Stored items
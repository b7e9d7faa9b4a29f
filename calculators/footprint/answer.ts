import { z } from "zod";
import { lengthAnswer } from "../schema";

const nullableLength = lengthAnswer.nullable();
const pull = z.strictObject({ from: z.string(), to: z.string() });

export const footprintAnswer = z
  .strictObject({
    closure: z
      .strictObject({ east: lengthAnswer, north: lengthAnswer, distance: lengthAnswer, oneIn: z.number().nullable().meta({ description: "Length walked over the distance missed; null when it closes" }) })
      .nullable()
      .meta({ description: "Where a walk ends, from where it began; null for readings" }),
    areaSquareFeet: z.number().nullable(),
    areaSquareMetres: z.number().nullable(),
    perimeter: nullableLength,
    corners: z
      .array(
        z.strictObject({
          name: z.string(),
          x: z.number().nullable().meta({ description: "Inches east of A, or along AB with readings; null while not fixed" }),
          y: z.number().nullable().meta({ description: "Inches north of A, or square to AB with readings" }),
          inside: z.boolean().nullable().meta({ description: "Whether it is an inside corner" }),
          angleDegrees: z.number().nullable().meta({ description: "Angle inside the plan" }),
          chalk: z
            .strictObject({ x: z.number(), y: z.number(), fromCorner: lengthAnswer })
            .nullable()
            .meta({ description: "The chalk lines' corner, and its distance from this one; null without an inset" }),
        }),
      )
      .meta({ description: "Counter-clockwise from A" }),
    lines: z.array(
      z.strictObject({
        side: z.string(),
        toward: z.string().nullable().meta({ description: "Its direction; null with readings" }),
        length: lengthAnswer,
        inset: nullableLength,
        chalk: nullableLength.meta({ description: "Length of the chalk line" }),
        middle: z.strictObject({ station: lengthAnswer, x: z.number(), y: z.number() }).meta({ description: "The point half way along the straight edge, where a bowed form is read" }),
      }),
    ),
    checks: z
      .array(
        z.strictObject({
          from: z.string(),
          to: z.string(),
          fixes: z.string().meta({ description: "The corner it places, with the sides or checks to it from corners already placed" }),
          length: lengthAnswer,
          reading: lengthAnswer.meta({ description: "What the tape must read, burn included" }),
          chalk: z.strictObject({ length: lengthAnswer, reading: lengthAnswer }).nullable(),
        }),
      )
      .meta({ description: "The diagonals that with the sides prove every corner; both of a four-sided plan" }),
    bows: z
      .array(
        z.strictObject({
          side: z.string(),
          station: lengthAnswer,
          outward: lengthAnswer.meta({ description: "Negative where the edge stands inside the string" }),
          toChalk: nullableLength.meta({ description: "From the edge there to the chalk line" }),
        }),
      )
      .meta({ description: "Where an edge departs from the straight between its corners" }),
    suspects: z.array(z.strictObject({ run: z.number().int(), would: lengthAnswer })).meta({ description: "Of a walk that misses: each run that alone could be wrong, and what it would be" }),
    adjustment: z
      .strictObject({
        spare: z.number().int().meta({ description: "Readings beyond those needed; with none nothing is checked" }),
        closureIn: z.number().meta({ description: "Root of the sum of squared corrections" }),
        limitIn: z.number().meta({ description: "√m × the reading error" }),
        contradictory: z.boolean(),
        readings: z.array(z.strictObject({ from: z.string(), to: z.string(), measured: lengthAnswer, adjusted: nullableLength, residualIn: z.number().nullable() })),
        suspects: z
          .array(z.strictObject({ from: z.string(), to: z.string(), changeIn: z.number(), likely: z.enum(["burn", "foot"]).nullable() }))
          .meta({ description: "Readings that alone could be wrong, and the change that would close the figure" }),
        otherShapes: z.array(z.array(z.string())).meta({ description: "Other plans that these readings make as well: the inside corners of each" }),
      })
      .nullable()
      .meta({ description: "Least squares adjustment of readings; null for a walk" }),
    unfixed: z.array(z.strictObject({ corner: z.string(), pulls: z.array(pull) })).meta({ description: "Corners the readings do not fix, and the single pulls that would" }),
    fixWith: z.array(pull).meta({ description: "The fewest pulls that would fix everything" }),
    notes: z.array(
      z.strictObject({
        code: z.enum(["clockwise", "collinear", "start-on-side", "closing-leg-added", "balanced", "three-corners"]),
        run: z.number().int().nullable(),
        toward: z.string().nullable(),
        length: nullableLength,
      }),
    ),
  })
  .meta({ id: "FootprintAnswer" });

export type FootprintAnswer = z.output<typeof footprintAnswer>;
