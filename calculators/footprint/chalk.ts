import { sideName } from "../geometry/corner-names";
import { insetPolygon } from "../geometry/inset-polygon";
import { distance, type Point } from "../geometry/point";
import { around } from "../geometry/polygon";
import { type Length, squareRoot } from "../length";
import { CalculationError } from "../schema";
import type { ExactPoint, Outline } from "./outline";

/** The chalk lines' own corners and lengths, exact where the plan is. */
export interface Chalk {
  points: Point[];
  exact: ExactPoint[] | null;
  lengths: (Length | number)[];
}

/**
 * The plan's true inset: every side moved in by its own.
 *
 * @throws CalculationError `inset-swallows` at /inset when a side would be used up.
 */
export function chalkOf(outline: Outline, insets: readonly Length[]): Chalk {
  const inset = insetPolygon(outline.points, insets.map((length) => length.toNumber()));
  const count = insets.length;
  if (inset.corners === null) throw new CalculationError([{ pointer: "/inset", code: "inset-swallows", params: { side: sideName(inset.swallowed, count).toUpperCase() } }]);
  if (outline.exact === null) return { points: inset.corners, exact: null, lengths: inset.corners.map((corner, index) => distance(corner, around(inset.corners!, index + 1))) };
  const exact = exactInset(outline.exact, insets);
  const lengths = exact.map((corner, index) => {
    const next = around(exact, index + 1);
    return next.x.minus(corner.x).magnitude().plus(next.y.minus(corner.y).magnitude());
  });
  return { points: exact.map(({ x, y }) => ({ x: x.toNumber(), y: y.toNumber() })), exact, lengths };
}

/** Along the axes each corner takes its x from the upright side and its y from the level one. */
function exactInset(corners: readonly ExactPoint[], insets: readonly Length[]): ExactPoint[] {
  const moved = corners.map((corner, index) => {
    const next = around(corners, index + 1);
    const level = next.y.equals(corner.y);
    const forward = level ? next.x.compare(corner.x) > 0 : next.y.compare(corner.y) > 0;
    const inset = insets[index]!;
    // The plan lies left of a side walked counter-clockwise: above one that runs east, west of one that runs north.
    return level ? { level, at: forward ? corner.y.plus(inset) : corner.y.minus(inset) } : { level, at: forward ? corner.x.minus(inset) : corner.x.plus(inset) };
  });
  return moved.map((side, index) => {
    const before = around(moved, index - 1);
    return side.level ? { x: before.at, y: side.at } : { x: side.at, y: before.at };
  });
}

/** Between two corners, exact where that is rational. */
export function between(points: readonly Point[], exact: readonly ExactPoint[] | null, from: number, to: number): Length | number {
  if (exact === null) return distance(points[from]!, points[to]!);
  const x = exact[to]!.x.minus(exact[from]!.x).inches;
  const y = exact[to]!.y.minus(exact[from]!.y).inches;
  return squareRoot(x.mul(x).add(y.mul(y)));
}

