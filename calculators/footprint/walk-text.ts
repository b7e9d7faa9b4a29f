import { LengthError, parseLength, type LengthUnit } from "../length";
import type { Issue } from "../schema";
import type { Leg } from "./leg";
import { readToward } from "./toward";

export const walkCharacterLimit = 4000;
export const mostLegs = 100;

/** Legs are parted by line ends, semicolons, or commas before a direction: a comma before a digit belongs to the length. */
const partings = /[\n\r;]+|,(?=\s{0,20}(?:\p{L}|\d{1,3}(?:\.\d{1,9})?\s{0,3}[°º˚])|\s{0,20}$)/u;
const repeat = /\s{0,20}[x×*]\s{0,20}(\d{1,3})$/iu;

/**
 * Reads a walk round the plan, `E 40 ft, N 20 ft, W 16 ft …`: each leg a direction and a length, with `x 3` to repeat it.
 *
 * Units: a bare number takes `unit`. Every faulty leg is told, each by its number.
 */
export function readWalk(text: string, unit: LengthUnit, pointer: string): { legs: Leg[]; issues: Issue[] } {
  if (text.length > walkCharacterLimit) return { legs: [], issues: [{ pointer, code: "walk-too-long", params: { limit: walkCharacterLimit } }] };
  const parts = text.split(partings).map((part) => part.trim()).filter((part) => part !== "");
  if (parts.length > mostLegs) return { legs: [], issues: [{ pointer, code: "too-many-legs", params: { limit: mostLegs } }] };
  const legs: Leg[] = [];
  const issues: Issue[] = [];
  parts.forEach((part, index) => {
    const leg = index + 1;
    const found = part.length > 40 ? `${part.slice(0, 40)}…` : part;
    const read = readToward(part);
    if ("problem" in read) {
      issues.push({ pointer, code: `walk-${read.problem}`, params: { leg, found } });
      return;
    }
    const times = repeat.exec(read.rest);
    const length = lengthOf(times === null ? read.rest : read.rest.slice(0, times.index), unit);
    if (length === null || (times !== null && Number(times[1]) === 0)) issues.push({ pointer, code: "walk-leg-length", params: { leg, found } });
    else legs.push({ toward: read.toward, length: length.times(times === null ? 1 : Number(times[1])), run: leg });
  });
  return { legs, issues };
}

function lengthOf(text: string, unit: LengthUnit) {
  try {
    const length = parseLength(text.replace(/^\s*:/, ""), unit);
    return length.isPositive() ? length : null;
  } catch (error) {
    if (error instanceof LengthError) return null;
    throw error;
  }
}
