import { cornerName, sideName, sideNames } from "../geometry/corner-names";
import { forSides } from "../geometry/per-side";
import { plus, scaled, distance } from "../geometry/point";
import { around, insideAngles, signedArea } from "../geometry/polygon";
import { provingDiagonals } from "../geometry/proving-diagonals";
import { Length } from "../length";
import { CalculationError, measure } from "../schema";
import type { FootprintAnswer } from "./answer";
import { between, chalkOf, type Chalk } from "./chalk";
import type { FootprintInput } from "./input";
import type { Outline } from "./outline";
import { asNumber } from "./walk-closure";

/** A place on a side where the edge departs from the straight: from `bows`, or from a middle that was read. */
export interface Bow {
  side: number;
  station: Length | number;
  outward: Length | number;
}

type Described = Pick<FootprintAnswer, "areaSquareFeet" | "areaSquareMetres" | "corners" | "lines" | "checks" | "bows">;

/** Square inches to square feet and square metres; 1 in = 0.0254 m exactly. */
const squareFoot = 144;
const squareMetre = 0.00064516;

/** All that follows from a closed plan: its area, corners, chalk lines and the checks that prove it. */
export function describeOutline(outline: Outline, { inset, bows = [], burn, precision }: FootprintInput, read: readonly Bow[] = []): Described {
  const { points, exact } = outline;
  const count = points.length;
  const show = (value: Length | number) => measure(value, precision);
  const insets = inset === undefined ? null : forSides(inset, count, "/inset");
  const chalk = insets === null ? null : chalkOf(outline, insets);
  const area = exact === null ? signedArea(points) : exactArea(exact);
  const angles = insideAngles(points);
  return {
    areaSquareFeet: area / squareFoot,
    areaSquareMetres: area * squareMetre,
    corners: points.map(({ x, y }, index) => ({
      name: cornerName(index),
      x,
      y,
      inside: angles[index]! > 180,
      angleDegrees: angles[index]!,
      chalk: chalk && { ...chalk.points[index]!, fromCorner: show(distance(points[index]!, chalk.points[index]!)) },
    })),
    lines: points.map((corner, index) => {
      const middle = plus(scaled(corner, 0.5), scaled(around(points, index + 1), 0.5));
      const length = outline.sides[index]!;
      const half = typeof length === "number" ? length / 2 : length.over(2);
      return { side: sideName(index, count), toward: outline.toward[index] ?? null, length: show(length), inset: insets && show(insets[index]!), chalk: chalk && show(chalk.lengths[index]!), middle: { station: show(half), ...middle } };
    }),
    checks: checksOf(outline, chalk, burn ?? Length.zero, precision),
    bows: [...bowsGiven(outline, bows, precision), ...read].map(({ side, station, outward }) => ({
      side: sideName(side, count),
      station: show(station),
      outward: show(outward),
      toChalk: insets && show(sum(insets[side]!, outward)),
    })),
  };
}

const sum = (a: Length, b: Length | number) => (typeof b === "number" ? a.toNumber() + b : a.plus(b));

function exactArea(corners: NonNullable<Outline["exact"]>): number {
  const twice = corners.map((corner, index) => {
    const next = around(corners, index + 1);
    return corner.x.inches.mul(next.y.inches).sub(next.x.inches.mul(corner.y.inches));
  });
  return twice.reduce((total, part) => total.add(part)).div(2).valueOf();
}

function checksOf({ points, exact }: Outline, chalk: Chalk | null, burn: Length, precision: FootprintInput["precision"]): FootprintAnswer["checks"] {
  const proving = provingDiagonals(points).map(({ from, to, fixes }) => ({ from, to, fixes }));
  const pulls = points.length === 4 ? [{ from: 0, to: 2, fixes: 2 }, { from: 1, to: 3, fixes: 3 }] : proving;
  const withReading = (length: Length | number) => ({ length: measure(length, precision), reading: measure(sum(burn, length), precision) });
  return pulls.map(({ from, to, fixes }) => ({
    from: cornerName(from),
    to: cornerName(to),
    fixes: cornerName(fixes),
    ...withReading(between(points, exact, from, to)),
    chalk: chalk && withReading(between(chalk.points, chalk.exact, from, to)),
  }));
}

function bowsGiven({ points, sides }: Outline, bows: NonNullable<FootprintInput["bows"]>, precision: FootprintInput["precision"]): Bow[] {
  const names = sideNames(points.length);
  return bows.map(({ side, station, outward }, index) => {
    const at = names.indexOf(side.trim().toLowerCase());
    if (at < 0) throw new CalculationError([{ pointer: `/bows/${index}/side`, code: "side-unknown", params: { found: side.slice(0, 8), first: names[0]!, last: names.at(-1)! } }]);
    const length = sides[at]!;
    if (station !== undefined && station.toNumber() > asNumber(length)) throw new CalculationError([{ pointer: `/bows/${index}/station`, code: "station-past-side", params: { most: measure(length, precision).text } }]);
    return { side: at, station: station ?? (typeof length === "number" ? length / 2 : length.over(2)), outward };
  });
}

### Work to complete
Retype exactly, and only, the lines above from the one where "const insets = inset" occurs up to and including the one where "const half = typeof" occurs.

### Answer below
  const insets = inset === undefined ? null : forSides(inset, count, "/inset");
  const chalk = insets === null ? null : chalkOf(outline, insets);
  const area = exact === null ? signedArea(points) : exactArea(exact);
  const angles = insideAngles(points);
  return {
    areaSquareFeet: area / squareFoot,
    areaSquareMetres: area * squareMetre,
    corners: points.map(({ x, y }, index) => ({
      name: cornerName(index),
      x,
      y,
      inside: angles[index]! > 180,
      angleDegrees: angles[index]!,
      chalk: chalk && { ...chalk.points[index]!, fromCorner: show(distance(points[index]!, chalk.points[index]!)) },
    })),
    lines: points.map((corner, index) => {
      const middle = plus(scaled(corner, 0.5), scaled(around(points, index + 1), 0.5));
      const length = outline.sides[index]!;
      const half = typeof length === "number" ? length / 2 : length.over(2);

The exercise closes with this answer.